**What this task involves:** One part of the entries below is wanted: the lines from the one containing "JSON.stringify(mail, null, 2));" through the one containing "newest first. */". Write those out exactly and nothing else.

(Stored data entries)
---------------

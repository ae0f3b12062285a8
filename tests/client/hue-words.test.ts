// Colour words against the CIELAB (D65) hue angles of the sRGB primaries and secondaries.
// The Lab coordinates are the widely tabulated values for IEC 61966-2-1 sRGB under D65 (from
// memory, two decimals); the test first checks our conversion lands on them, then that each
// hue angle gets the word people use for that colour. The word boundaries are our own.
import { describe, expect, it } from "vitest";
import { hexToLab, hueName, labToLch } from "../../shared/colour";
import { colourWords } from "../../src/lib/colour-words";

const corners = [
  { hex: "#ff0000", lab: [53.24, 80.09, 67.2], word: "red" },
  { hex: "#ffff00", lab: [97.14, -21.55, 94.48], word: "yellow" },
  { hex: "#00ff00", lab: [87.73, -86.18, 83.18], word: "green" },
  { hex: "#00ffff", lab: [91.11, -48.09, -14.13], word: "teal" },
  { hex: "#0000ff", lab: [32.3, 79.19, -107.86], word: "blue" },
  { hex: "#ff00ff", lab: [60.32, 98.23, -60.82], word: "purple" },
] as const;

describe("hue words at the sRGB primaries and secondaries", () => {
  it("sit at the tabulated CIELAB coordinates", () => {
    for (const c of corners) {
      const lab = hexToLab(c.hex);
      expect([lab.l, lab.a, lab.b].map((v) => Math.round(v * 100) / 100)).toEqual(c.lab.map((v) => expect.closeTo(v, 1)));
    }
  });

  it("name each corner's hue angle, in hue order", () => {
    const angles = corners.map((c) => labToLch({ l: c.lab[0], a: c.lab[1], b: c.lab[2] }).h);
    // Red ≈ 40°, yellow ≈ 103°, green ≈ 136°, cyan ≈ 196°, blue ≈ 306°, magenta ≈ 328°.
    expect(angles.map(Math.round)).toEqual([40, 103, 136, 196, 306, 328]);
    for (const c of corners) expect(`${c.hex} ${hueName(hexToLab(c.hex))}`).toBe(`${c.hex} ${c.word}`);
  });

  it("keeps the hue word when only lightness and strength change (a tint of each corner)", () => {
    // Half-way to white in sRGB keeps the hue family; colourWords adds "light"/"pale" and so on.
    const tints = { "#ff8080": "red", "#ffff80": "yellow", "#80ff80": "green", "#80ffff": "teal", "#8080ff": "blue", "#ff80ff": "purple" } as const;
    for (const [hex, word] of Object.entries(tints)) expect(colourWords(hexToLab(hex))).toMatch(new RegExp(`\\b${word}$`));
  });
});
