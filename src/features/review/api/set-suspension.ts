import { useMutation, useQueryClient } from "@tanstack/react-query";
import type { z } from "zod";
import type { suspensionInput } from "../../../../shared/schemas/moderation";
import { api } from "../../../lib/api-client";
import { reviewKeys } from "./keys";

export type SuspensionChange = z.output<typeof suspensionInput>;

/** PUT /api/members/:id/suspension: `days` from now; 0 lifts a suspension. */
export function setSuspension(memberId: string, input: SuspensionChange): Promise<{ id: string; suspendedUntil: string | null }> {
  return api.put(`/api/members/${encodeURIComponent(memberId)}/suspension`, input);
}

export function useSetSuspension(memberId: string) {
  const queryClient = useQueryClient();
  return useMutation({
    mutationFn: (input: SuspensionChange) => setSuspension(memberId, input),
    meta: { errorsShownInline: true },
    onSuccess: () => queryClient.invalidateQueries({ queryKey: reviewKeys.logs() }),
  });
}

---------------

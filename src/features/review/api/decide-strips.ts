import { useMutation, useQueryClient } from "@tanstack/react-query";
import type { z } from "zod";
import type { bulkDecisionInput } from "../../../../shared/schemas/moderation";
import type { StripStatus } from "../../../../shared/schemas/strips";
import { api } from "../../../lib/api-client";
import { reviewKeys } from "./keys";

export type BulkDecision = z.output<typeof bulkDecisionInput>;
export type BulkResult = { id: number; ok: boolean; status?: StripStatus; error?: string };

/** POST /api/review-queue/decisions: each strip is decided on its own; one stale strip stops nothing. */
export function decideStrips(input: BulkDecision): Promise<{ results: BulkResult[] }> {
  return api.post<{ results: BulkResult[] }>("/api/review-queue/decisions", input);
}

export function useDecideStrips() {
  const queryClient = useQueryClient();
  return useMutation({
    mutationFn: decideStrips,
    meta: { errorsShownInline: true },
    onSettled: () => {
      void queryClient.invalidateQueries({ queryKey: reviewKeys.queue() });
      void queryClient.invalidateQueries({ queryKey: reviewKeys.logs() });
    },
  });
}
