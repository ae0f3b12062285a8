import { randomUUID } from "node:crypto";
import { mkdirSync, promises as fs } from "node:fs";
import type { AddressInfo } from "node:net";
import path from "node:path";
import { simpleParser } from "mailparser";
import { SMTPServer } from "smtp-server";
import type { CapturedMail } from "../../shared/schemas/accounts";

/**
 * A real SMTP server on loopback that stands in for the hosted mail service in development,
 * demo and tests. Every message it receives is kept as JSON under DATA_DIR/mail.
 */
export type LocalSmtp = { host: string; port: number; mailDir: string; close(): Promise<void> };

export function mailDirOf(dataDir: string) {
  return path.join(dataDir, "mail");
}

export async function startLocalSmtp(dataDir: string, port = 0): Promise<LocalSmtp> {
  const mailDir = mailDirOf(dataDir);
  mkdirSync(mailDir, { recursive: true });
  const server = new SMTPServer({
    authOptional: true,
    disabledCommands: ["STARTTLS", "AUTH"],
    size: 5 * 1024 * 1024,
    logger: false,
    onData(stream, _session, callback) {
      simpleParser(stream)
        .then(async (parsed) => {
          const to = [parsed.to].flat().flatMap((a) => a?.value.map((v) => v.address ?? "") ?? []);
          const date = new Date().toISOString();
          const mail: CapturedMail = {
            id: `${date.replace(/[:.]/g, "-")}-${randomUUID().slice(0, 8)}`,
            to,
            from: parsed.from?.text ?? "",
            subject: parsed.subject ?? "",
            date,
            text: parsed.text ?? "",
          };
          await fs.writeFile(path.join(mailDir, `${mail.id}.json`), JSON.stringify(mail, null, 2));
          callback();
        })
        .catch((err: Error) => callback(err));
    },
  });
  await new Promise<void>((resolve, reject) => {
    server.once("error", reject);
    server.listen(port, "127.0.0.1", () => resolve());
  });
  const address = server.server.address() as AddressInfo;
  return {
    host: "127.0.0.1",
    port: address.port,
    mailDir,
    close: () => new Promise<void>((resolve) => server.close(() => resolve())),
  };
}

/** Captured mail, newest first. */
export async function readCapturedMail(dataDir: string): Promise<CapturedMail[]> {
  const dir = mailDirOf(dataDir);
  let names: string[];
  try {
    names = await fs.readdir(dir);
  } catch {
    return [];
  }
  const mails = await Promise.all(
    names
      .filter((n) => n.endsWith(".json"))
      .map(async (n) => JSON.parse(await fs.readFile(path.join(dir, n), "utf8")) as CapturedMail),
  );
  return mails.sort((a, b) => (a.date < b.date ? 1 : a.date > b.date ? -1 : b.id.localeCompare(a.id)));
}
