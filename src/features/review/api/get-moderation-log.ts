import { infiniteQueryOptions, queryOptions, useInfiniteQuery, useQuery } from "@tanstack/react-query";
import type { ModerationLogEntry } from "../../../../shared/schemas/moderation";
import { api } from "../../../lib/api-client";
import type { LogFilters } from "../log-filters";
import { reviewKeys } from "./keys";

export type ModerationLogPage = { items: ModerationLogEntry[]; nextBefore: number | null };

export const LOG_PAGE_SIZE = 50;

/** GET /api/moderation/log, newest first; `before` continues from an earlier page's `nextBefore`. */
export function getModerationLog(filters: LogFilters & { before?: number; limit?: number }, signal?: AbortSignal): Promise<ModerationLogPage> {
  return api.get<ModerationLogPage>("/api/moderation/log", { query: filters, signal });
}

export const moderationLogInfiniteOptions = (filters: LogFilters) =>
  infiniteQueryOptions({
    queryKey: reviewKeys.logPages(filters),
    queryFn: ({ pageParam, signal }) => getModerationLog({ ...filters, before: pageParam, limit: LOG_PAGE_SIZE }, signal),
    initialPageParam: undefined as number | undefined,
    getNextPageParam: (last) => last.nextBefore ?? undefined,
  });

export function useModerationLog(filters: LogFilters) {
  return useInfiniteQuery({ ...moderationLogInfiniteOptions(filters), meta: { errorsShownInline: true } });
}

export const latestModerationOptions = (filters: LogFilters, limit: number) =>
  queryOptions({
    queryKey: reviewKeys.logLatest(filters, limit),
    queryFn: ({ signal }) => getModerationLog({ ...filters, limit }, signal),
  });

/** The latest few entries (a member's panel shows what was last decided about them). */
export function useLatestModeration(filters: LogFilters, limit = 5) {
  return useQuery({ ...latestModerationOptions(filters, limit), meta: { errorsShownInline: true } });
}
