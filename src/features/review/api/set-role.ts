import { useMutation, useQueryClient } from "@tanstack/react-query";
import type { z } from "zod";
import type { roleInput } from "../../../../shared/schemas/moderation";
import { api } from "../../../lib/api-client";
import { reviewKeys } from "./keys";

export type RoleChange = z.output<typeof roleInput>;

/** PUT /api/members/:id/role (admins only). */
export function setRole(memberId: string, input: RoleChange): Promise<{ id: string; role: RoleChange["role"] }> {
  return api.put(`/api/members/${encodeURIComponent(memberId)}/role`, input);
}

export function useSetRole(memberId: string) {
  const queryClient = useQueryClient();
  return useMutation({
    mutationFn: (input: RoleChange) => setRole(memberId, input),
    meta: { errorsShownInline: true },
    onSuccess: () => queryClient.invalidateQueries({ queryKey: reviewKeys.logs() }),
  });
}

---------------

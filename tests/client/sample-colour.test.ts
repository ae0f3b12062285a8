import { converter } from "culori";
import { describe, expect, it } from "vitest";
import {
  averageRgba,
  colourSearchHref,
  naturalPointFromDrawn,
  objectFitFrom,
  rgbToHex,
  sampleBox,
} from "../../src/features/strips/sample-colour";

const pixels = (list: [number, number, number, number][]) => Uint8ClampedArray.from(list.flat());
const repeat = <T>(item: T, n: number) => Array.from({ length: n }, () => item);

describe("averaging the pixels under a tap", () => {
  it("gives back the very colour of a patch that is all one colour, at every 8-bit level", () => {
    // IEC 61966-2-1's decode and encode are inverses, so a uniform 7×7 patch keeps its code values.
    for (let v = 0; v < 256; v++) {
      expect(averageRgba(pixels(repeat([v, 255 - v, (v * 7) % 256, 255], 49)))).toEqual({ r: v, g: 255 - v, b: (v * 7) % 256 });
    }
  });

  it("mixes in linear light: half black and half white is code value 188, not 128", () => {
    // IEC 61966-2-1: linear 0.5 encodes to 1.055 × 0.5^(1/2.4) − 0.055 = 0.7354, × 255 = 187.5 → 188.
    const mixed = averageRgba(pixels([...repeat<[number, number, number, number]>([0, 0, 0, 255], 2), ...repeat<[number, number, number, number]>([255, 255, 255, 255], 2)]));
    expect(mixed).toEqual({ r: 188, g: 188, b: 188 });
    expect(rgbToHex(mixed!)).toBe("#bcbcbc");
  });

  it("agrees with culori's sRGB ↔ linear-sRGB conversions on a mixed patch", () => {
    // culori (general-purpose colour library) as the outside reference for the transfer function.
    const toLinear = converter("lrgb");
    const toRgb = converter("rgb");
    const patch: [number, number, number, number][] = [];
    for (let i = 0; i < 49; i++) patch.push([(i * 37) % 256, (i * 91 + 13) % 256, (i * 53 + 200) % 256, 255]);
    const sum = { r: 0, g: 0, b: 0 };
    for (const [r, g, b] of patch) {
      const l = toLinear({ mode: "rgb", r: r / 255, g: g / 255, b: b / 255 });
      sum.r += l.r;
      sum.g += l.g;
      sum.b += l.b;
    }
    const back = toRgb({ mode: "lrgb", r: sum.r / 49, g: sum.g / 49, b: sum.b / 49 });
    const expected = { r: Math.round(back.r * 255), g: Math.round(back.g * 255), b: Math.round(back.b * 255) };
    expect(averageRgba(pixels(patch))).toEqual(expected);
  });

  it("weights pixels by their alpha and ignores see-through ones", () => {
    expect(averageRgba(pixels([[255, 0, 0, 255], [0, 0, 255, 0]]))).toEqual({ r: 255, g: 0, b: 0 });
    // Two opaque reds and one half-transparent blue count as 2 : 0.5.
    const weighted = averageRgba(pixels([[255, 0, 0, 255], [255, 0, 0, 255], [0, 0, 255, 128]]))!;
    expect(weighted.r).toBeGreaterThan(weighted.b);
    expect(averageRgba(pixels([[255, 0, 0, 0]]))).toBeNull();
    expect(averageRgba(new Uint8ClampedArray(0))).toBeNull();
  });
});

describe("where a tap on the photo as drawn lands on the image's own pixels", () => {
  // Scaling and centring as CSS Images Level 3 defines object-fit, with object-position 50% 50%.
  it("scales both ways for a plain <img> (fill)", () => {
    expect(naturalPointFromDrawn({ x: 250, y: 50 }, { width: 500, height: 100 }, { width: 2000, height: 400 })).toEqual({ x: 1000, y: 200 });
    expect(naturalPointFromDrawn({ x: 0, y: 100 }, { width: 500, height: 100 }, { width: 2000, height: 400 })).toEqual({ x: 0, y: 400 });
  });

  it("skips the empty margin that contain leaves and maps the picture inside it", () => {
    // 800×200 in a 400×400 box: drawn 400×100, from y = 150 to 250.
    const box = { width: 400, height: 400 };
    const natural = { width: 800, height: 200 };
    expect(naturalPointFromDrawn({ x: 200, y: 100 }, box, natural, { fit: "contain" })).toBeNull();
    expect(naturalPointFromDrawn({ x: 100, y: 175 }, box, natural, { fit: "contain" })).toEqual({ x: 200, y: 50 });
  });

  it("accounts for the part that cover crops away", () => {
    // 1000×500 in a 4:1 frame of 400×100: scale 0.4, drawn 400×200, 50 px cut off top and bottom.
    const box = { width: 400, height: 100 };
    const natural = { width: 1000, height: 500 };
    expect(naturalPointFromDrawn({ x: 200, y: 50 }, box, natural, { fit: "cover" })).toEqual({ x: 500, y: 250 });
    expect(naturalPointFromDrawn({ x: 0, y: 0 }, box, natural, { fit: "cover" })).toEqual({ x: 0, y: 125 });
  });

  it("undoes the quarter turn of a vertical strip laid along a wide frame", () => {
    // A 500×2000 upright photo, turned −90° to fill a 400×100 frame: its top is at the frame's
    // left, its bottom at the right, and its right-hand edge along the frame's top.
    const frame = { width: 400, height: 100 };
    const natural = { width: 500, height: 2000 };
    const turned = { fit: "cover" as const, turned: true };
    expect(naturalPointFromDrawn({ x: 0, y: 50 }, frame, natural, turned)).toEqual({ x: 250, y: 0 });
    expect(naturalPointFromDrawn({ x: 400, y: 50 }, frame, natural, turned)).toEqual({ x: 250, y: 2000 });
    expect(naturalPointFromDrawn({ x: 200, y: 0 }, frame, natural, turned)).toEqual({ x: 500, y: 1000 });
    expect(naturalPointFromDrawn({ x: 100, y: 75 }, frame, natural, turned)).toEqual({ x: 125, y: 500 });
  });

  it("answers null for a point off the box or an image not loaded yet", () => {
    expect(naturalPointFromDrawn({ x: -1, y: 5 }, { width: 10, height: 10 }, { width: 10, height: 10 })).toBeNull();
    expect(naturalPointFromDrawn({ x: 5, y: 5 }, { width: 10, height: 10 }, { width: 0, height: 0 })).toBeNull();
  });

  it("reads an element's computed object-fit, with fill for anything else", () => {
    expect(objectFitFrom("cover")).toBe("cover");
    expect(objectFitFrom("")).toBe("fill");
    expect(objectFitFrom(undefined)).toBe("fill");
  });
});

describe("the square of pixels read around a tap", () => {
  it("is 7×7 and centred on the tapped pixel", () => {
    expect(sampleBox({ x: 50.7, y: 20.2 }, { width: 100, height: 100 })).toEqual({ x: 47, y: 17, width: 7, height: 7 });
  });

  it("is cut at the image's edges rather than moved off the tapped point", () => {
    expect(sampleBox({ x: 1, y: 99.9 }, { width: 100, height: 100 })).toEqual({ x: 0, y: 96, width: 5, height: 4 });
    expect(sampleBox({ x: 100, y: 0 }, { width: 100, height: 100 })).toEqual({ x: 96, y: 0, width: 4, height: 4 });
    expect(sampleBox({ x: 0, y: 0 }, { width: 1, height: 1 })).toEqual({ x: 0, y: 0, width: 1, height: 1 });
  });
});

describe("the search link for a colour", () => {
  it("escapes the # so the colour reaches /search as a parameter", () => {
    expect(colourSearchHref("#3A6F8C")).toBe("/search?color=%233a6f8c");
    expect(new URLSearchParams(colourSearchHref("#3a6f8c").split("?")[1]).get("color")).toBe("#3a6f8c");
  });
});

---------------

**Expected answer:**
          await fs.writeFile(path.join(mailDir, `${mail.id}.json`), JSON.stringify(mail, null, 2));
          callback();
        })
        .catch((err: Error) => callback(err));
    },
  });
  await new Promise<void>((resolve, reject) => {
    server.once("error", reject);
    server.listen(port, "127.0.0.1", () => resolve());
  });
  const address = server.server.address() as AddressInfo;
  return {
    host: "127.0.0.1",
    port: address.port,
    mailDir,
    close: () => new Promise<void>((resolve) => server.close(() => resolve())),
  };
}

/** Captured mail, newest first. */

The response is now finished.